Das Kondom ist eines der ältesten und vielseitigsten Verhütungsmittel – und das einzige, das gleichzeitig vor sexuell übertragbaren Infektionen schützt. Es ist hormonfrei, überall erhältlich und einfach anzuwenden. Hier erfährst Du, worauf es bei der richtigen Anwendung ankommt.
Doppelter Schutz
Als Barrieremethode verhindert das Kondom, dass Spermien in die Gebärmutter gelangen. Sein großer Vorteil: Es schützt als einziges Verhütungsmittel auch zuverlässig vor Geschlechtskrankheiten wie HIV oder Chlamydien – gerade bei wechselnden Partnern ein wichtiges Argument.
Richtig anwenden
- auf das Haltbarkeitsdatum und ein unbeschädigtes Päckchen achten,
- das Kondom vorsichtig (ohne Fingernägel) öffnen und richtig herum abrollen,
- vorne etwas Platz für das Reservoir lassen,
- nach dem Samenerguss rechtzeitig und festhaltend zurückziehen.
Sicherheit erhöhen
Bei korrekter Anwendung ist das Kondom recht sicher. Anwendungsfehler – Abrutschen oder Reißen – sind die häufigste Ursache für ein Versagen.

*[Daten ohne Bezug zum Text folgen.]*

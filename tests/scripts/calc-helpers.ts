import { spawnSync } from 'node:child_process';
import { fileURLToPath } from 'node:url';

const root = fileURLToPath(new URL('../..', import.meta.url));
const tsx = fileURLToPath(new URL('../../node_modules/.bin/tsx', import.meta.url));

/** Run `calc <args>` as a user would, in a child process. */
export function calcCli(args: string[]): { code: number | null; stdout: string; stderr: string } {
  const r = spawnSync(tsx, ['scripts/calc.ts', ...args], { cwd: root, encoding: 'utf8', timeout: 60_000 });
  return { code: r.status, stdout: r.stdout, stderr: r.stderr };
}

Wasserbasierte Gleitmittel schonen das Material; ölhaltige Produkte können es dagegen beschädigen.
Häufige Frage
Was tun, wenn das Kondom gerissen ist?
Dann kann die Pille danach eine Schwangerschaft verhindern. Bei Infektionsrisiko ist zusätzlich ein Gespräch mit der Ärztin sinnvoll.